Paratypes ( N = 10) • CIB DL 10 ( male), CIB DL 19 ( male), CIB DL R 364 ( male), CIB DL R 375 ( male), CIB DL R 380 ( male), CIB DL- 03-622 ( female) and GXNU 2024061101 ( female) are around the site where the holotype was found GoogleMaps . CIB DL R 362 ( female), CIB DL R 363 ( female) and CIB DL R 365 ( female) collected in Bingzhongluo Town , Gongshan County, Yunnan on 2 September 2020. Ten specimens collected at elevations between 1495–1699 m a. s. l. by Li Ding. Detailed information is presented in Table 2 View Table 2 .

Etymology.

The specific name “ nujiang ” refers to the location of type specimens, the area around the Nujiang River. As common name we suggest “ Nujiang green pit-viper ” in English and “ Nù Jiāng Zhú Yè Qīng (怒江竹叶青) ” in Chinese.

Diagnosis.

A species of the genus Trimeresurus has a combination of the following characters: (1) Dorsal body olive drab or grass green, without bands or markings; interstitial skin greyish-black; ventral body yellow green. (2) Tail mostly reddish brown with dark brown tail end. (3) Dorsum of the head has the same color as the body, the upper labials are light green. (4) Moderate body size, with the maximum total length exceeding 804 mm. (5) White (above) and dark red (below) ventrolateral stripe present on the first row of dorsal scales, and the ventrolateral stripe continuous on the tail in males; faint white ventrolateral stripe in females. (6) Postocular streak absent in both sexes. (7) Iris golden-yellow in both sexes in life. (8) First supralabial completely separated from nasal scale. (9) Head scales not keeled; dorsal scale row 19 (rarely 21 or 22) – 19–15 (rarely 13) ( N = 11), feebly keeled except the outermost rows. (10) Internasals not in contact, most usually separated by 1–2 scales. (11) Supraoculars large but elongate, separated by 10–11 smooth cephalic scales. (12) Ventral scales 164–173 in males ( N = 6), 165–168 in females ( N = 5). (13) Subcaudal scales 59–68 in males ( N = 4), 57–60 in females ( N = 5). (14) Total number of VEN + SC 226–241 in males ( N = 4), 222–226 in females ( N = 5). (15) Tail relatively short, and tail to total length ratio ( TaL / TL) 0.147 –0.163 in males ( N = 4), 0.144 –0.152 in females ( N = 5). (16) Hemipenes short and spinose, bilobed at 6 th / 7 th plate when unextruded, tips reaching SC 10, sulcus spermaticus shallow, visible, divides at the base of the organ.

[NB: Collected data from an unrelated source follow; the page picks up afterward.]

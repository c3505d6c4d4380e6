import { type Board, totalBoardFeet } from './board.ts';
import type { WantedPiece } from './cut-list.ts';
import { cutsOf } from './cuts.ts';
import { boxedHeart, FOHC_CLEAR_IN, freeOfHeart } from './heart-timber.ts';
import { largeEnd, type LogShape, trimmed } from './log-shape.ts';
import { boardFeet, type Mill } from './pieces.ts';
import type { SawPlan } from './saw-plan.ts';
import { liveEdgeSlabs } from './slabs.ts';
import { inches, unitsUp } from './units.ts';

/** A wanted timber or slab, or a board. */
export type KindSize = Pick<WantedPiece, 'thicknessIn' | 'widthIn' | 'lengthFt' | 'kind'>;

/** Bands looked at for free-of-heart timbers: many logs are tried, and only the number of timbers counts. */
const EFFORT = 24;

const none = (reason: string): SawPlan => ({ pattern: 'cant', boards: [], boardFeet: 0, value: 0, upperBoundValue: 0, boundCovers: '', cuts: [], reason });

/** Why a mill cannot cut a timber of this size in a log of this length, or null. A slab's width is settled by its faces. */
export function hindrance(log: LogShape, mill: Mill, { kind, thicknessIn, widthIn, lengthFt }: KindSize): string | null {
  if (mill.longestFt !== undefined && log.lengthFt > mill.longestFt + 1e-9) return `This log is ${log.lengthFt} ft long and the mill takes logs up to ${mill.longestFt} ft.`;
  if (lengthFt > log.lengthFt + 1e-9) return `The ${kind === 'slab' ? 'slab' : 'timber'} is longer than this log (${log.lengthFt} ft).`;
  if (kind !== 'slab' && mill.widestBoardIn !== undefined && Math.max(thicknessIn, widthIn) > mill.widestBoardIn) return 'This timber is wider than the mill\'s widest board.';
  return null;
}

/** How far from the pith slabs of a thickness begin on a mill: 0 when one may lie across it. */
function slabsBeginAt(log: LogShape, mill: Mill, thicknessIn: number): number {
  const widest = Math.min(mill.widestCutIn ?? Infinity, mill.widestBoardIn ?? Infinity) / 2;
  // Both cuts of a slab go through at most as much wood as the mill cuts, and so does the one that opens it.
  const beyond = Math.sqrt(Math.max(0, (largeEnd(log) / 2) ** 2 - widest ** 2));
  const narrow = beyond > thicknessIn / 2 ? beyond + mill.kerfIn : 0;
  const clear = Math.max((log.heartDefectIn ?? 0) / 2, narrow);
  return clear > 0 ? inches(unitsUp(Math.max(clear, mill.kerfIn / 2))) : 0;
}

/**
 * The slabs of one size that a log gives, sawn through and through: boards as wide as the narrower face where the slab begins, the
 * middle ones first. The pith lies in the middle of one, or they keep clear of a rotten heart and of cuts wider than the mill makes.
 */
export function slabsIn(log: LogShape, mill: Mill, size: KindSize): Board[] {
  const { thicknessIn, widthIn, lengthFt } = size;
  const part = hindrance(log, mill, size) === null ? trimmed(log, Math.max(0, log.lengthFt - lengthFt), 0) : null;
  if (!part) return [];
  const startFt = log.lengthFt - lengthFt;
  return liveEdgeSlabs(part, mill.kerfIn, thicknessIn, widthIn, slabsBeginAt(log, mill, thicknessIn))
    .sort((a, b) => Math.abs(a.bottomIn + thicknessIn / 2) - Math.abs(b.bottomIn + thicknessIn / 2))
    .map(({ bottomIn, narrowFaceIn }): Board => {
      const wide = Math.max(widthIn, Math.floor(narrowFaceIn.small * 8 + 1e-9) / 8);
      return { xIn: -wide / 2, yIn: bottomIn, thicknessIn, widthIn: wide, lengthFt, startFt, turned: false, boardFeet: boardFeet(thicknessIn, wide, lengthFt), piece: 0 };
    });
}

/** The plan of one log for pieces of one kind alone, with no more than `most` of them; its boards are all of this piece. */
export function planFor(log: LogShape, mill: Mill, size: KindSize, most: number): SawPlan {
  const { kind, thicknessIn, widthIn, lengthFt } = size;
  const timber = { thicknessIn, widthIn, lengthFt };
  const hindered = hindrance(log, mill, size);
  if (hindered !== null) return none(hindered);
  if (kind === 'slab') {
    const boards = slabsIn(log, mill, size).slice(0, most);
    const feet = totalBoardFeet(boards);
    if (boards.length === 0) return none('No slab of this size fits in this log on this mill.');
    return { pattern: 'live', boards, boardFeet: feet, value: feet, upperBoundValue: feet, boundCovers: 'slabs of this thickness with the pith in the middle of one', cuts: cutsOf(log, mill.kerfIn, boards, false) };
  }
  if (kind === 'free-of-heart') {
    const plan = freeOfHeart({ log, mill, timber: { ...timber, count: most }, pieces: [] }, FOHC_CLEAR_IN, EFFORT);
    return plan.boards.length > 0 ? plan : none(plan.reason ?? 'No timber of this size fits clear of the heart.');
  }
  return log.heartDefectIn ? none('A rotten heart cannot be boxed in a timber.') : boxedHeart({ log, mill, timber, pieces: [] });
}

const LARGEST_LOG_IN = 60;

/** The smallest whole-inch log, at the small end, that gives one piece of its kind in its own length; null when none up to 60 in does. */
export function leastLogOf(piece: KindSize, mill: Mill): number | null {
  for (let smallEndIn = 4; smallEndIn <= LARGEST_LOG_IN; smallEndIn++) if (planFor({ smallEndIn, lengthFt: Math.max(4, piece.lengthFt) }, mill, piece, 1).boards.length > 0) return smallEndIn;
  return null;
}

Description of holotype male DL R 353.

(Figs 3 View Figure 3 , 4 View Figure 4 ).

Morphology. Body cylindrical, long and thin, SVL 694 mm; TaL 110 + mm, the tail a bit missing; TL 804 + mm, ratio of tail length to total length ( TaL / TL) over 13.7 %. Head triangular, elongate, clearly distinct from the neck, head length 35.2 mm ( HL / SVL 0.051); head width 22.6 mm ( HW / HL 0.642). Distance between tip of snout and anterior border of eye 11.1 mm on both sides. Eyes large, eye diameter 4.4 mm (ED / HL 0.125); pupil vertically elliptic.

Body scalation. Dorsal scales in 21–19 – 13 rows; dorsal scales rhomboid, feebly keeled except the first row of scales, which are smooth; 169 ventral scales (plus 1 preventrals); 41 + / 42 + subcaudals, paired; anal shield single and entire.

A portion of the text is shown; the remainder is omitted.